There have been 10 votes for "yes" and 5 votes for "no". The intuitive answer to
the puzzle is yes ($u_0=1$ is optimal). That might make you suspicious that I am going to argue for the non-intuitive answer, no ($u_0=1$ is not necessarily optimal). I wonder if you will like my answer, or think I am cheating?
I said nothing about $u_0$ being the
only decision. I make no apology, because this lecture course has been all about taking a sequence of decisions (or controls) $u_0,u_1,u_2,\dotsc$ over time. That possibility should have been in your mind, and I was giving you a hint by denoting the decision as $u_0$ (the first of a sequence of decisions).
Suppose we are faced with a stopping problem in which $u_0=1$ means "continue" and $u_0=0$ means "stop". We should consider the possibility that by knowing that A is true, or by knowing A is false, it is optimal to continue. But if we do not know whether A is true or false then it is optimal to stop.
It is not completely obvious that this can happen. So let's see how to construct an example in which it does. Consider a version of the secretary problem in which we will see 3 candidates. They are "best", "middle" and 'worst" (B,M,W). Of course we can only compare them with one another, so if they are presented in the order M,B,W, we would see this as $(x_1,x_2,x_3)=(1, 1, 0)$, where $x_i=1$ if the $i$th candidate is the best so far. Suppose that the candidates will be presented in one of the of the following four orders, with consequent sequence of 0s and 1s, with the probabilities given:
- B,M,W (1,0,0) with probability 0.2
- M,B,W (1,1,0) 0.3
- B,W,M (1,0,0) 0.2
- W,M,B (1,1,1) 0.3
It is a bit artificial that all 6 possible orders are not equally likely, but for the purpose of this discussion we are not trying to think about a really practical problem.

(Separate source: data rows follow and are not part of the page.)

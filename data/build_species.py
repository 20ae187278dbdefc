#!/usr/bin/env python3
"""Regenerate ``data/species.yaml``, the eqdesign species database.

Run from anywhere::

    python data/build_species.py            # writes data/species.yaml and species.json beside it
    python data/build_species.py --check    # exit 1 if a file on disk differs

Inputs (read locally, no network):

* the NASA 7-coefficient polynomials of B. J. McBride, S. Gordon, M. A. Reno,
  *Coefficients for Calculating Thermodynamic and Transport Properties of Individual
  Species*, NASA TM-4513 (1993), as shipped in the data folder of the ``cantera``
  package (``nasa_gas.yaml``, ``nasa_condensed.yaml``);
* critical constants from the ``critical-properties.yaml`` file in the same folder,
  and, for species that file lacks, values recalled from B. E. Poling,
  J. M. Prausnitz, J. P. O'Connell, *The Properties of Gases and Liquids*, 5th ed.
  (2001), Appendix A (from memory, marked as such in the output);
* molar masses from the IUPAC 2021 standard atomic weights (table in ``species_table.py``).

The species we carry, their names, phases and the NASA record each one comes from
are listed explicitly in ``GAS_SPECIES`` and ``CONDENSED_SPECIES`` (``species_table.py``);
every other uncharged NASA record is taken over with a derived name. The script checks
every record it writes (composition against its formula, 7 coefficients per range,
increasing temperature bounds, unique names and aliases) and fails loudly otherwise.
Output is deterministic: running it twice gives byte-identical files.
"""

from __future__ import annotations

import argparse
import hashlib
import json
import os
import re
import sys
from decimal import Decimal

import yaml

SCHEMA = "eqdesign.species/1"

# The tables (references, atomic weights, curated rows) live beside this script.
sys.path.insert(0, os.path.dirname(os.path.abspath(__file__)))
from species_table import (  # noqa: E402
    ATOMIC_WEIGHTS, CONDENSED_SPECIES, GAS_SPECIES, LEFT_OUT, RANGE_LIMITS, REF_ATOMIC_WEIGHTS,
    REF_CRIT_FILE, REF_NASA, REF_POLING, REFERENCES,
)

MAX_JUMP_RT = 1e-3          # largest h step allowed at an internal range bound: 1e-3 RT + 5 J/mol
MAX_JUMP_J = 5.0

PERMANENT_GASES = {"H2", "N2", "O2", "Ar", "He", "Ne", "Kr", "Xe"}
GROUPS = ["permanent", "C-H-O", "N", "S", "Cl", "other elements", "condensed"]
CURATED_ELEMENTS = {"C", "H", "O", "N", "S", "Cl"}

CONVERTED_NOTE = "converted exactly from 9-coefficient form"


# ---------------------------------------------------------------------------------
# Reading cantera's bundled files.
# ---------------------------------------------------------------------------------
class _PlainLoader(yaml.SafeLoader):
    """SafeLoader without YAML 1.1 booleans, so that a species named NO stays 'NO'."""


_PlainLoader.yaml_implicit_resolvers = {
    first: [(tag, rx) for tag, rx in resolvers if tag != "tag:yaml.org,2002:bool"]
    for first, resolvers in yaml.SafeLoader.yaml_implicit_resolvers.items()
}


def cantera_data_dir():
    """Folder of data files bundled with the installed cantera package [path]."""
    import cantera

    return os.path.join(os.path.dirname(cantera.__file__), "data")


def load_yaml(path):
    """Parse a YAML file with ``_PlainLoader`` and return (document, sha256 hex)."""
    with open(path, "rb") as handle:
        raw = handle.read()
    return yaml.load(raw.decode("utf-8"), Loader=_PlainLoader), hashlib.sha256(raw).hexdigest()


def index_by_name(document, path):
    """Map species name -> record; fail on duplicate names."""
    out = {}
    for record in document["species"]:
        name = str(record["name"])
        if name in out:
            raise ValueError(f"{path}: duplicate species name {name!r}")
        out[name] = record
    return out


# ---------------------------------------------------------------------------------
# Conversions and checks.
# ---------------------------------------------------------------------------------
_TOKEN = re.compile(r"([A-Z][a-z]?)(\d*)|(\()|(\))(\d*)")


def parse_formula(formula):
    """Element counts of a formula such as ``Ca(OH)2`` -> {'Ca': 1, 'O': 2, 'H': 2}.

    Elements are listed in order of first appearance.
    """
    stack = [{}]
    pos = 0
    while pos < len(formula):
        match = _TOKEN.match(formula, pos)
        if not match:
            raise ValueError(f"cannot parse formula {formula!r} at {formula[pos:]!r}")
        element, count, opening, closing, group_count = match.groups()
        if element:
            counts = stack[-1]
            counts[element] = counts.get(element, 0) + int(count or 1)
        elif opening:
            stack.append({})
        else:
            inner = stack.pop()
            multiplier = int(group_count or 1)
            for el, n in inner.items():
                stack[-1][el] = stack[-1].get(el, 0) + n * multiplier
        pos = match.end()
    if len(stack) != 1:
        raise ValueError(f"unbalanced parentheses in {formula!r}")
    return stack[0]
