# =========================================================================== forward propagation
@dataclass(frozen=True)
class EquilibriumUncertainty:
    """Equilibrium conversion and outlet composition with intervals from data uncertainty.

    Quantities are named ``"conversion <key>"`` and ``"y <species>"`` (gas mole fractions),
    all dimensionless; each dict maps a quantity to an array of the state shape ``shape``
    (floats for a single state).

    Attributes
    ----------
    method : str
        ``"monte-carlo"`` or ``"linear"``.
    level : float
        Coverage probability of the intervals [-] (0.95: from the 2.5th to the 97.5th percentile).
    samples : int
        Monte Carlo draws (0 for the linearised method).
    seed : int | None
    T, T_equilibrium, P : ndarray
        Operating temperature [K], temperature at which equilibrium is evaluated (T ± the
        approach) [K] and pressure [Pa] of each state.
    quantities : tuple[str, ...]
    nominal, lower, median, upper, standard_uncertainty : dict
        Values with the nominal data; interval ends; median (the nominal for the linearised
        method); standard uncertainty (sample standard deviation for Monte Carlo).
    sensitivity : dict
        Quantity -> sensitivity coefficients, shape (*shape, n_data) [per J/mol or per J/(mol K)].
    data : tuple[UncertainDatum, ...]
    sample_values : dict | None
        Quantity -> Monte Carlo values, shape (samples, *shape).
    n_failed : ndarray
        Monte Carlo draws that did not converge, per state (excluded from the statistics).
    approach : float | None
        Temperature approach [K].
    """

    method: str
    level: float
    samples: int
    seed: int | None
    T: np.ndarray
    T_equilibrium: np.ndarray
    P: np.ndarray
    key: str | None
    quantities: tuple
    nominal: dict = field(repr=False)
    lower: dict = field(repr=False)
    median: dict = field(repr=False)
    upper: dict = field(repr=False)
    standard_uncertainty: dict = field(repr=False)
    sensitivity: dict = field(repr=False)
    data: tuple = field(repr=False)
    sample_values: dict | None = field(default=None, repr=False)
    n_failed: np.ndarray | None = field(default=None, repr=False)
    approach: float | None = None
    message: str = ""

    @property
    def shape(self) -> tuple:
        return np.shape(self.T)

    def _q(self, quantity: str | None) -> str:
        if quantity is None:
            quantity = self.quantities[0]
        if quantity not in self.quantities:
            raise UncertaintyInputError(f"quantity {quantity!r}: choose one of {', '.join(self.quantities)}")
        return quantity

    def contributions(self, quantity: str | None = None) -> np.ndarray:
        """Variance contribution (c_k u_k)² of each datum, shape (*shape, n_data) [quantity unit²]."""
        c = np.asarray(self.sensitivity[self._q(quantity)])
        return (c * np.array([d.u for d in self.data])) ** 2

    def ranking(self, quantity: str | None = None, *, at=None, by: str = "datum") -> tuple:
        """Data ranked by their share of the variance of ``quantity``.

        Parameters
        ----------
        quantity : str, optional
            Defaults to the first quantity (the conversion of the key when one was given).
        at : int | tuple, optional
            Index of one state; by default the shares are averaged over all states.
        by : {"datum", "species"}
            Rank single data (ΔfH°, S° separately; :class:`RankedDatum` entries) or species
            (both data together; ``(rank, species, contribution, share)`` tuples).  Data
            with zero uncertainty (ΔfH° of elements in their reference state) are left out.
        """
        c = np.asarray(self.sensitivity[self._q(quantity)])
        c = c[at] if at is not None else c
        return rank_data(self.data, c.reshape(-1, len(self.data)), np.array([d.u for d in self.data]), by)

    def band(self, quantity: str | None = None) -> "Band":
        """Band data for a plot of ``quantity`` against the operating temperature."""
        q = self._q(quantity)
        T = np.asarray(self.T, dtype=float)
        if T.ndim != 1:
            raise UncertaintyInputError("a band needs a 1-D temperature axis; propagate over T as a 1-D array")
        order = np.argsort(T)
        pick = lambda d: np.asarray(d[q], dtype=float)[order]   # noqa: E731
        return Band(x=T[order], nominal=pick(self.nominal), lower=pick(self.lower), median=pick(self.median),
                    upper=pick(self.upper), level=self.level, quantity=q, unit="-", x_label="temperature [K]",
                    method=self.method, samples=self.samples)

    def columns(self, quantity: str | None = None) -> dict:
        """Interval columns for a table, headers carrying units: ``"<q> [-]"`` (nominal),
        ``"<q> 2.5 % [-]"``, ``"<q> median [-]"``, ``"<q> 97.5 % [-]"``, ``"u(<q>) [-]"``."""
        q = self._q(quantity)
        lo, hi = percent_labels(self.level)
        return {f"{q} [-]": self.nominal[q], f"{q} {lo} [-]": self.lower[q], f"{q} median [-]": self.median[q],
                f"{q} {hi} [-]": self.upper[q], f"u({q}) [-]": self.standard_uncertainty[q]}

    def rows(self, quantities: Sequence[str] | None = None) -> list[dict]:
        """One row per state: ``T [K]``, ``P [Pa]`` (and ``T equilibrium [K]`` with an approach),
        then the interval columns of each quantity (default: all)."""
        cols: dict = {"T [K]": self.T, "P [Pa]": self.P}
        if self.approach:
            cols["T equilibrium [K]"] = self.T_equilibrium
        for q in (quantities or self.quantities):
            cols.update(self.columns(q))
        flat = {k: np.broadcast_to(np.asarray(v, dtype=float), self.shape).reshape(-1) for k, v in cols.items()}
        n = int(np.prod(self.shape)) if self.shape else 1
        return [{k: float(v[i]) for k, v in flat.items()} for i in range(n)]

We wish to maximize the probability of stopping on the last 1.
Now suppose the unknown "A" is whether "the worst candidate will be seen last".
If "A" is true it will be 1 or 2, but if A is false it will be 3 or 4.
You can now verify that given A is true it is optimal not to stop on the first 1 ($u_0=1=$ "continue"). The same decision is optimal if A is false. In both cases we win with probability 0.6.
However, if we do not know whether A is true or false, then if is optimal to stop on the first 1 $(u_0=0$, and win with probability 0.4). If we do not stop we will with probability 0.6 reach 1, 1 and from there can win with probability of only 0.5. So our win probability is only 0.3.
Do you think this example is a cheat (in that it does not really match up with the way I posed the original puzzle), or have you learned something interesting?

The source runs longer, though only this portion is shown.